“Light switch?” Lucas asked Charlee, clearly expecting an explanation.
“It’s complicated,” she said. “Go ahead. I have to secure the door behind us.”
Lucas walked down the steps and Charlee followed him, tapping his head just before he rammed it against the top of the door frame.
He ducked and kept climbing down, moving out of the way. Charlee followed, bringing the door swinging over the top of her and backing down the steps until it was lowered into place. Then she dropped the black masking patch over the hole in the door. “Lights,” she called softly.
Ahead of them, Asher flicked the switch. Naked, low-wattage, incandescent bulbs glowed overhead, the wire between them pinned to whatever would hold a nail. Lucas stared at them. “It’s not a generator,” he decided. “They’re not flickering. Not a bit.”
“I told you—” Charlee said as she slid the locking bar into place and the bolt over the top of it to secure it.
“Complicated. Yeah.”
The steps led straight down, with a short landing halfway down. The basement at the bottom had once been a studio apartment. There was carpet, wallpaper, and furniture, but all of it was covered in a thick layer of dust. On the west wall, there were twin rock-falls in each corner.
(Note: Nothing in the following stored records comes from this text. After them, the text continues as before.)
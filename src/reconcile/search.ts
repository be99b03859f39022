import type { MetricCalculator } from '../metrics/compute.js';
import type { Methodology } from '../metrics/methodology.js';
import { candidatesFor, SCALE, type Candidate, type CandidateContext } from './candidates.js';

/**
 * The convention search: which changes to the configured methodology make navassay compute the
 * vendor's figure? One change at a time first; pairs only when no single change does. Every
 * variant is arithmetic on the calculator's cached window statistics, except the changes that
 * resample the window (frequency, window_end, benchmark, annualization), which are cached in
 * turn, so the search costs little beyond the first figure of a series.
 */

/** What an explanation changes and what navassay then computes (in the vendor's reading). */
export interface ConventionExplanation {
  readonly kind: 'convention';
  readonly changes: Readonly<Record<string, unknown>>;
  readonly computed: number;
}

export interface FigureToExplain extends Omit<CandidateContext, 'base'> {
  readonly seriesId: string;
  readonly asOf: number;
  readonly window: string;
  readonly methodology: Methodology;
  /** The vendor's figure as read (a decimal, its unit applied). */
  readonly vendor: number;
  /** The configured methodology's figure. */
  readonly computed: number;
  /** The difference the figure's tolerance allows, and half a unit of its printed precision. */
  readonly allowed: (computed: number) => number;
  readonly halfUnit: number;
}

interface Tried {
  readonly changes: readonly Candidate[];
  readonly computed: number;
  /** How the vendor's reading scales a decimal: 1, or 100 and 1/100 for a misread scale. */
  readonly factor: number;
  /** The candidate's figure in the vendor's reading (computed × factor), for comparison with `vendor`. */
  readonly asRead: number;
}

/**
 * A figure printed with fewer than two significant digits (0.0006, 0.8) lies within its own half
 * unit of a wide band of values: conventions cannot be told apart on it, so none is searched.
 */
export function tellsConventionsApart(vendor: number, halfUnit: number): boolean {
  return Math.abs(vendor) >= 20 * halfUnit;
}

/** Pairs, a few hundred of them, need a figure printed to at least three significant digits. */
function tellsPairsApart(vendor: number, halfUnit: number): boolean {
  return Math.abs(vendor) >= 200 * halfUnit;
}

/**
 * `rate_periods: annualization` spreads the rate over A periods: with the frequency's own A it
 * changes nothing alone, yet with another annualisation it is the vendor's reading
 * (docs/methodology.md), so it is kept for the pairs.
 */
const ACTS_WITH_ANOTHER = new Set(['rate_periods']);

export function searchConventions(calculator: MetricCalculator, figure: FigureToExplain): ConventionExplanation[] {
  if (!tellsConventionsApart(figure.vendor, figure.halfUnit)) return [];
  const candidates = candidatesFor({ ...figure, base: figure.methodology });
  const singles: Tried[] = [];
  for (const candidate of candidates) {
    const tried = attempt(calculator, figure, [candidate]);
    // A change that leaves the figure as it was cannot help a pair either, unless it acts through another dimension.
    if (tried && (tried.asRead !== figure.computed || ACTS_WITH_ANOTHER.has(candidate.dimension))) singles.push(tried);
  }
  let found = singles.filter((tried) => isReproduced(tried, figure));
  if (found.length === 0 && tellsPairsApart(figure.vendor, figure.halfUnit)) found = searchPairs(calculator, figure, singles);
  return rank(found, figure).map(toExplanation);
}

function searchPairs(calculator: MetricCalculator, figure: FigureToExplain, singles: readonly Tried[]): Tried[] {
  const found: Tried[] = [];
  for (let i = 0; i < singles.length; i++) {
    for (let j = i + 1; j < singles.length; j++) {
      const [a] = singles[i].changes;
      const [b] = singles[j].changes;
      if (a.dimension === b.dimension) continue;
      const tried = attempt(calculator, figure, [a, b]);
      if (tried && isReproducedStrictly(tried, figure)) found.push(tried);
    }
  }
  return found;
}

/** The figure under the changes, or null when it cannot be computed so. */
function attempt(calculator: MetricCalculator, figure: FigureToExplain, changes: readonly Candidate[]): Tried | null {
  const scale = changes.find((change) => change.dimension === SCALE)?.value;
  const methodology = methodologyWith(figure.methodology, changes.filter((change) => change.dimension !== SCALE));
  const computed = methodology === figure.methodology ? figure.computed : valueOf(calculator, figure, methodology);
  if (computed === null) return null;
  const factor = readingFactor(scale, figure.unit);
  return { changes, computed, factor, asRead: computed * factor };
}

function valueOf(calculator: MetricCalculator, figure: FigureToExplain, methodology: Methodology): number | null {
  return calculator.variantMetric({ seriesId: figure.seriesId, asOf: figure.asOf, window: figure.window, metric: figure.metric, methodology }).value;
}

/** A changed frequency annualises by its own default unless the annualization is changed too. */
function methodologyWith(base: Methodology, changes: readonly Candidate[]): Methodology {
  if (changes.length === 0) return base;
  const next: Record<string, unknown> = { ...base };
  for (const { dimension, value } of changes) next[dimension] = value;
  if (changes.some((c) => c.dimension === 'frequency') && !changes.some((c) => c.dimension === 'annualization')) next.annualization = null;
  return next as unknown as Methodology;
}

/**
 * What the vendor's number would be, read as navassay reads it, had the vendor computed
 * `computed` and written it in `scale`: a vendor writing percent under a decimal unit shows 100
 * times the decimal; one writing decimals under a percent unit shows a hundredth of it.
 */
function readingFactor(scale: unknown, unit: 'decimal' | 'percent'): number {
  if (scale === 'percent' && unit === 'decimal') return 100;
  if (scale === 'decimal' && unit === 'percent') return 1 / 100;
  return 1;
}

/**
 * An explanation must give the vendor's printed figure: within half a unit of its last printed
 * digit (so honest rounding of the convention's figure passes), or a tenth of the tolerance when
 * the vendor printed finer than that (numeric noise between two correct implementations lies far
 * below it). Not the whole tolerance: on figures printed to four decimals, a basis point of
 * tolerance let a shifted window or another annualisation "explain" a figure ×1.25 about one
 * time in twenty on the bench universe.
 */
function isReproduced(tried: Tried, figure: FigureToExplain): boolean {
  return distanceOf(tried, figure) <= Math.max(figure.halfUnit, (figure.allowed(tried.computed) * tried.factor) / 10) + slack(figure);
}

/**
 * A pair has more freedom to land near any number by chance (a few hundred pairs against a
 * score of single changes), so it must also stay within the tolerance when the vendor printed
 * coarser than that. Accepted within the whole tolerance, 2 of the 44 gross errors of
 * test/reconcile/planted.test.ts (figures ×1.25) found such a chance pair.
 */
function isReproducedStrictly(tried: Tried, figure: FigureToExplain): boolean {
  return isReproduced(tried, figure) && distanceOf(tried, figure) <= figure.allowed(tried.computed) * tried.factor + slack(figure);
}

function distanceOf(tried: Tried, figure: FigureToExplain): number {
  return Math.abs(tried.asRead - figure.vendor);
}

/** Floating-point slack, so that a figure exactly half a unit away still rounds to the print. */
function slack(figure: FigureToExplain): number {
  return 1e-10 * Math.max(1, Math.abs(figure.vendor));
}

/**
 * Fewer changes first; then those that land within the vendor's printed half unit (the printed
 * figure cannot tell them apart) before those that need the tolerance; then the candidates'
 * declared order (common conventions first); then the closest.
 */
function rank(found: readonly Tried[], figure: FigureToExplain): Tried[] {
  return found
    .map((tried, order) => {
      const distance = Math.abs(tried.asRead - figure.vendor);
      return { tried, order, distance: distance / tried.factor, printed: distance <= figure.halfUnit + 1e-10 ? 0 : 1 };
    })
    .sort((a, b) => a.tried.changes.length - b.tried.changes.length || a.printed - b.printed || a.order - b.order || a.distance - b.distance)
    .map(({ tried }) => tried);
}

function toExplanation(tried: Tried): ConventionExplanation {
  const changes: Record<string, unknown> = {};
  for (const { dimension, value } of tried.changes) changes[dimension] = value;
  return { kind: 'convention', changes, computed: tried.asRead };
}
Lucas stared at the wall there, which was pitch black and didn’t reflect any of the light at all.
“Is that…?” he asked, pointing.
“The base wall, yes,” Charlee told him.
The base wall had cut off a thin triangular section of the corner of the room, which left the rest of it looking oddly shaped, as if a giant had wrenched the square out of shape.
Asher walked around the sofa, over to a standalone black wooden closet that Lucas thought he might have seen advertised in an Ikea catalogue once. “Don’t touch anything,” he told Lucas.
“Don’t leave dust prints telling someone people have been here?” Lucas clarified. “Would anyone survive the C4 upstairs, to make it down here?”
“I can’t think of a way they might,” Asher admitted, sliding his fingers along the crease between the wall and the closet. “That just means I haven’t thought of all the ways someone might end up down here.”
“You’ve grown cautious in your old age,” Lucas teased him.
“Absolutely. Charlee lives here, too.”
There was a click and the closet swung forward a tiny fraction of an inch. Asher opened it the rest of the way. “Charlee first.”
Charlee stepped across the room, unstringing her bow. “I’m dying to take a shower,” she confessed and stepped through.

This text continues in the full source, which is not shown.